Work task ->
Which lines of the data below contain "year"? Please show them all.

Input data ->
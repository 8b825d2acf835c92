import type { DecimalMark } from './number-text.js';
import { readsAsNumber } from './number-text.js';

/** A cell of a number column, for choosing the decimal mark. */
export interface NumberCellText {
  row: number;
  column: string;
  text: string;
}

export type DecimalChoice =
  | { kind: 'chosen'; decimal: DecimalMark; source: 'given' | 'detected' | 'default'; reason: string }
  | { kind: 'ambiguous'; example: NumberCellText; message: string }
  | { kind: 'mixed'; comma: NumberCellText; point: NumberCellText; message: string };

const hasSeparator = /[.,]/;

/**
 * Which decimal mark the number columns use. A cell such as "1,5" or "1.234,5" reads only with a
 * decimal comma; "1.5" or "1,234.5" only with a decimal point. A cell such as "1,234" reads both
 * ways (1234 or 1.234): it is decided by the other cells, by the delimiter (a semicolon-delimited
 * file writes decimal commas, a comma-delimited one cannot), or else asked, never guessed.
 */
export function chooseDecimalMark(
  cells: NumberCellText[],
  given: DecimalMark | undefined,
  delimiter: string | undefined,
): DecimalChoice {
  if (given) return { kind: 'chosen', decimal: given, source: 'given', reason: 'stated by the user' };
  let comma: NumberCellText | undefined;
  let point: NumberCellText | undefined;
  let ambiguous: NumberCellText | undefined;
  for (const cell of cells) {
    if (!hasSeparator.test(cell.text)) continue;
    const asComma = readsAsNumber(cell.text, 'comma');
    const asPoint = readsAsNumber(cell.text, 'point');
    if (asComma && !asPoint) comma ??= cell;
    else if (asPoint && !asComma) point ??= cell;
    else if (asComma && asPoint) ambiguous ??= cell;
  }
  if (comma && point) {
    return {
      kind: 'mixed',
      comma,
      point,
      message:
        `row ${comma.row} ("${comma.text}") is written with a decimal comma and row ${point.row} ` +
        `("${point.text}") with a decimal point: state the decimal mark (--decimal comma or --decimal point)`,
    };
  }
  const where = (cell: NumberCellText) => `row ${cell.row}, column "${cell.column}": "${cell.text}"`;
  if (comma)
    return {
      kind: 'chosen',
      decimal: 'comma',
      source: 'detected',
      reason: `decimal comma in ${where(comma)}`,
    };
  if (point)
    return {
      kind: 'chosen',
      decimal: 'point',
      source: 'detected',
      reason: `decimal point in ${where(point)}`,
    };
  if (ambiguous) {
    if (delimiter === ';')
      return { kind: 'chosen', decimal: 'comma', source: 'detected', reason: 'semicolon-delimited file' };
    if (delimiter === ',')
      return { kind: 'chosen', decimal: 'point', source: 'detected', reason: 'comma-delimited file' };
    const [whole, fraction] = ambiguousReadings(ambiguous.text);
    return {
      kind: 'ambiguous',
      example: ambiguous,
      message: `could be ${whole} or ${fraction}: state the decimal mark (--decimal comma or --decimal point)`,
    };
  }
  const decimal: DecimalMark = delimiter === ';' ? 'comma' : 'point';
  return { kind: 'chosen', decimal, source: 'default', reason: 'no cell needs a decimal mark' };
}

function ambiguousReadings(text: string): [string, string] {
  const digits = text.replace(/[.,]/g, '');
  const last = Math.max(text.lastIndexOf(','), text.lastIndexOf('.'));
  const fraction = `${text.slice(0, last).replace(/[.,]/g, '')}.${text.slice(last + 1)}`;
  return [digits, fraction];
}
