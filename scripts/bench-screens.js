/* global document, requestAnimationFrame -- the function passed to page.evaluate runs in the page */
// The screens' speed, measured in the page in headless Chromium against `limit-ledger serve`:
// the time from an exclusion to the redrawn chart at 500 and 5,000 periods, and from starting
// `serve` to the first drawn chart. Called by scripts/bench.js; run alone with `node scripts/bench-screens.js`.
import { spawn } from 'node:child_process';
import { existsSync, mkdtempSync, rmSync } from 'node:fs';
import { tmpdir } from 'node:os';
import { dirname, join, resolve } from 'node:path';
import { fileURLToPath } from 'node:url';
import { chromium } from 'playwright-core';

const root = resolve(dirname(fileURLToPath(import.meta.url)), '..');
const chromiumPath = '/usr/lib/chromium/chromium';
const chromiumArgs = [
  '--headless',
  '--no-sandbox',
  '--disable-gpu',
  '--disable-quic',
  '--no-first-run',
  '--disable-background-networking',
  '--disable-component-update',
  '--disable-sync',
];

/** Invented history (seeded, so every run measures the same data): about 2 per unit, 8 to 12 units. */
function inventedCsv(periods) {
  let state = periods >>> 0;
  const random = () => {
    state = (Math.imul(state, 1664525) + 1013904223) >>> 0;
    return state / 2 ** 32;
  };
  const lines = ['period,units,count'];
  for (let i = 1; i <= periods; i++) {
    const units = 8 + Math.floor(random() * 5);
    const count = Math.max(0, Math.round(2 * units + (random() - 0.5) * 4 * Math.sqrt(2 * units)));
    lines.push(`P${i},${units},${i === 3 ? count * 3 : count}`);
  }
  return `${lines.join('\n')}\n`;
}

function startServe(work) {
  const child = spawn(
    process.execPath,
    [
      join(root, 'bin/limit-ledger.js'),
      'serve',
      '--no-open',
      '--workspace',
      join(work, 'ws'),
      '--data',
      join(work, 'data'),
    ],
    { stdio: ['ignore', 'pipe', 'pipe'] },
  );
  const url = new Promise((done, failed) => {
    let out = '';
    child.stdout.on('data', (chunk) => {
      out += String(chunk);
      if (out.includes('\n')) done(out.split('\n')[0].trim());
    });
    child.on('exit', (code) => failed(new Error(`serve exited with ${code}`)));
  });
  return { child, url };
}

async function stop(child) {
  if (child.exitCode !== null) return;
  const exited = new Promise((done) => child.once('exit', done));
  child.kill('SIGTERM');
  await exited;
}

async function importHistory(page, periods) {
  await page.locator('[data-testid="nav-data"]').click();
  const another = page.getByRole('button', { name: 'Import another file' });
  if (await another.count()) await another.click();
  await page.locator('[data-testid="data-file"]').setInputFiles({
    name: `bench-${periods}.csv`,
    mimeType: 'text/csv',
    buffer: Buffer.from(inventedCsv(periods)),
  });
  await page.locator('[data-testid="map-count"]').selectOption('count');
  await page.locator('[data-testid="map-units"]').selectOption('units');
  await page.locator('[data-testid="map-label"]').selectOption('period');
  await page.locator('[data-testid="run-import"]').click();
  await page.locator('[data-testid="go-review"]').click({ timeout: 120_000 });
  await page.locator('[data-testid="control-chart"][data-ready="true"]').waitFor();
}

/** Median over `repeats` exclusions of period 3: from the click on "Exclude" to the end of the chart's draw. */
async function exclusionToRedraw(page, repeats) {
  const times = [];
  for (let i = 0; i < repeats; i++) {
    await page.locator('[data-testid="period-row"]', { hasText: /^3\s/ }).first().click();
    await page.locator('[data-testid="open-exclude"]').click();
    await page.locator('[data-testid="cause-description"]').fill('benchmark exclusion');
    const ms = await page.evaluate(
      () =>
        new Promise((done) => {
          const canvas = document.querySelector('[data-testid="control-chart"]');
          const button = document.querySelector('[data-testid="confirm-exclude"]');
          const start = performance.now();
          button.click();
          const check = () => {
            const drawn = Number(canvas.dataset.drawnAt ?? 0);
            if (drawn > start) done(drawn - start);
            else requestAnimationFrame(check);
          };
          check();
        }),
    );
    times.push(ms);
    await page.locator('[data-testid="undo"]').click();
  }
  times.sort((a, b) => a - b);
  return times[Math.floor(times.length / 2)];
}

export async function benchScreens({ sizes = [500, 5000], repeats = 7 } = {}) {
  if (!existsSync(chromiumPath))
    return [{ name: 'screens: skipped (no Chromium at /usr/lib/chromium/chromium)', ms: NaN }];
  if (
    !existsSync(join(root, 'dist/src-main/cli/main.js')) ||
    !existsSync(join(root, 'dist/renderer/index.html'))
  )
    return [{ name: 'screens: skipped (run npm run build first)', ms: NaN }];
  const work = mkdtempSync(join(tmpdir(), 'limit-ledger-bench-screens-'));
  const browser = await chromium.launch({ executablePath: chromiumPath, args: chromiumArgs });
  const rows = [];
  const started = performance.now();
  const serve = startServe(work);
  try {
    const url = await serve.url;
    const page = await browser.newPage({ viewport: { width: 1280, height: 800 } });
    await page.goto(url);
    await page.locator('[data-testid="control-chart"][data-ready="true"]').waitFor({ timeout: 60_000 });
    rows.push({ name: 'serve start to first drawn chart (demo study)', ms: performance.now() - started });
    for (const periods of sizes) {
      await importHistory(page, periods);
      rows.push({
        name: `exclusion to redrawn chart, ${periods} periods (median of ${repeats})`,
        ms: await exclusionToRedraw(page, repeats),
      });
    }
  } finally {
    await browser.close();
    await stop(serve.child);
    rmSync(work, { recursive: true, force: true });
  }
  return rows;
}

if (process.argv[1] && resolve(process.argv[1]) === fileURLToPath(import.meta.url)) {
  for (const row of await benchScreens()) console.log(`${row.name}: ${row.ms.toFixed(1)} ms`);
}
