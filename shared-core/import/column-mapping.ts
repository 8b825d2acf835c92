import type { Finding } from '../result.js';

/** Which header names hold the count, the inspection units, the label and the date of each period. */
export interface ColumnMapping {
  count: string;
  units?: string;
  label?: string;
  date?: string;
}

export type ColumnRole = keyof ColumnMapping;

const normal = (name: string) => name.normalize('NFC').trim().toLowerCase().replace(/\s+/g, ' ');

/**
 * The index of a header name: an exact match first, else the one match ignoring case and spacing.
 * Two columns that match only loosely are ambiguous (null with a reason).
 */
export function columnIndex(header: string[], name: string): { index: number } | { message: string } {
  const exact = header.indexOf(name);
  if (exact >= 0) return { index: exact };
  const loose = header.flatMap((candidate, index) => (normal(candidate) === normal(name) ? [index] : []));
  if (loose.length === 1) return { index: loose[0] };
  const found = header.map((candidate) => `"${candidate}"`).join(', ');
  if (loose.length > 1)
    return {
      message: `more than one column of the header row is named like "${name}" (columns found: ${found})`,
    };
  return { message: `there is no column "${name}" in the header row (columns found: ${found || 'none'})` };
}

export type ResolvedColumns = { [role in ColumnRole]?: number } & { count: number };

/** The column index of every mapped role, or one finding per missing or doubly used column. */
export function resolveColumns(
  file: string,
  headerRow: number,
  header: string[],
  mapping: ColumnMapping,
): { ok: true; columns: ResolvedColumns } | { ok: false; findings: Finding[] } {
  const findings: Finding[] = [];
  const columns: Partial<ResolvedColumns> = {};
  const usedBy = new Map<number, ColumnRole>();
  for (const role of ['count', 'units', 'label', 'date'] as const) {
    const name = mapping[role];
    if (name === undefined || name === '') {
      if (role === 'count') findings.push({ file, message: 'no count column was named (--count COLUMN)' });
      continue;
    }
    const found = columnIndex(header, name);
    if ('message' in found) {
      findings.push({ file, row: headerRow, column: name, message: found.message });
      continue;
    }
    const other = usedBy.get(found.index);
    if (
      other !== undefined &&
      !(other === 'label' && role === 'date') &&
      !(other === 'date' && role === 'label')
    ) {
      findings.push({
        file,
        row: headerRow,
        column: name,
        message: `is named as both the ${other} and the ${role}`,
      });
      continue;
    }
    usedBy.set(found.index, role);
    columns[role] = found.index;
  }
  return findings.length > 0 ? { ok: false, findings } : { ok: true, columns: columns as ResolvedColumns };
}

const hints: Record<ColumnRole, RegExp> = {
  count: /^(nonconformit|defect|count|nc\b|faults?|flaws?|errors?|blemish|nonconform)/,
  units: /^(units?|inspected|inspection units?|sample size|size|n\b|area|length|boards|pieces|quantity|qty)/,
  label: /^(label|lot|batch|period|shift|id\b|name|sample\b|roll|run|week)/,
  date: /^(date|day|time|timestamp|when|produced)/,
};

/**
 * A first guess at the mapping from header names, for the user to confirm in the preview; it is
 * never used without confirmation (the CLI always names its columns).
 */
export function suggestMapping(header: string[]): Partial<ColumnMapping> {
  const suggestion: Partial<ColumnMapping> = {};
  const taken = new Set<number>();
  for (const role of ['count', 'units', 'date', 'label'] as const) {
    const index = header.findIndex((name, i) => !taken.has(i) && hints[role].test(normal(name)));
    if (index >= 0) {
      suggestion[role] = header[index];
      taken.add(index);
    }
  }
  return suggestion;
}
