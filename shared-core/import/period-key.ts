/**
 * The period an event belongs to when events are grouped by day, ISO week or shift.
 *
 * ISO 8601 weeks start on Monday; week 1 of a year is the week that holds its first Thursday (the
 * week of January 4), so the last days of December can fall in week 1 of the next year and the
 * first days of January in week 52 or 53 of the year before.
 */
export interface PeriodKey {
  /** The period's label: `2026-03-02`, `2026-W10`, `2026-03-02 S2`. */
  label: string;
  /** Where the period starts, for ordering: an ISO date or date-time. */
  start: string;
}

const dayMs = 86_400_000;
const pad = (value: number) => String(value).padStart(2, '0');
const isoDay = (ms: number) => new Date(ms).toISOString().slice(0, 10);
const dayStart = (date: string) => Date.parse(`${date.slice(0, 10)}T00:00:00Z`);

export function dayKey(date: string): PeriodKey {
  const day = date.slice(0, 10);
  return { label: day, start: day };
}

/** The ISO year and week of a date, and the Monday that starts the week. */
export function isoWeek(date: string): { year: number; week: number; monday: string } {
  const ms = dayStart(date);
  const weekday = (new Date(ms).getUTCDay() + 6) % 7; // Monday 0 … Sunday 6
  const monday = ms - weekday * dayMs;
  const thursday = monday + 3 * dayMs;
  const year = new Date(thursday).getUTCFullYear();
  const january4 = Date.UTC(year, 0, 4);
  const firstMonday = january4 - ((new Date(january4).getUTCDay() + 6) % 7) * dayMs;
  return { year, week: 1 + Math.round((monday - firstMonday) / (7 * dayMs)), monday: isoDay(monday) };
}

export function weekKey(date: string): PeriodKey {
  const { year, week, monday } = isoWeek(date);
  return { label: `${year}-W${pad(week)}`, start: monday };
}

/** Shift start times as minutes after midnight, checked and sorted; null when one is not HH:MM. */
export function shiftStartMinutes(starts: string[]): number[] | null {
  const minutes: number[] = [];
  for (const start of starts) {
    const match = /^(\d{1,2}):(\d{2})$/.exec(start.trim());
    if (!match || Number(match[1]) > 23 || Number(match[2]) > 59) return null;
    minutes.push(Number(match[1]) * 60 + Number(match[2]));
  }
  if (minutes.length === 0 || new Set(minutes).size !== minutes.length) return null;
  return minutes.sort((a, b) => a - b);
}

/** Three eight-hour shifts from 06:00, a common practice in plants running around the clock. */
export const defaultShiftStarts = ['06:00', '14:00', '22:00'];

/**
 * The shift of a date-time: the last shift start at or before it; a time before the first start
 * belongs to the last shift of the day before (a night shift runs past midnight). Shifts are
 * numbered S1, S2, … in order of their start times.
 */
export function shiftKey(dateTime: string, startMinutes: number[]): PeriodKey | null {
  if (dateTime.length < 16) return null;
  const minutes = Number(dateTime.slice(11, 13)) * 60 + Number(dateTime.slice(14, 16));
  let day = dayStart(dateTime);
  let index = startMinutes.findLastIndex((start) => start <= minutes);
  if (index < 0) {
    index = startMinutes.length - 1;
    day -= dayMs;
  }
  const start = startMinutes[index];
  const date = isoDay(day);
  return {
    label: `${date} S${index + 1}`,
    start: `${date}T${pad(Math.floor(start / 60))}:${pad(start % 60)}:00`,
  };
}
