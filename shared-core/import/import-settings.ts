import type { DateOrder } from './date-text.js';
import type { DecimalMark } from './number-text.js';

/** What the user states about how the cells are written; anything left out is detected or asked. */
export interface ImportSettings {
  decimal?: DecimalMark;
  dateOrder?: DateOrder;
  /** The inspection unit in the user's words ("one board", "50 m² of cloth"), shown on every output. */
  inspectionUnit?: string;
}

Task result ->
 * ISO 8601 weeks start on Monday; week 1 of a year is the week that holds its first Thursday (the
 * week of January 4), so the last days of December can fall in week 1 of the next year and the
 * first days of January in week 52 or 53 of the year before.
/** The ISO year and week of a date, and the Monday that starts the week. */
export function isoWeek(date: string): { year: number; week: number; monday: string } {
  const year = new Date(thursday).getUTCFullYear();
  const january4 = Date.UTC(year, 0, 4);
  return { year, week: 1 + Math.round((monday - firstMonday) / (7 * dayMs)), monday: isoDay(monday) };
  const { year, week, monday } = isoWeek(date);
  return { label: `${year}-W${pad(week)}`, start: monday };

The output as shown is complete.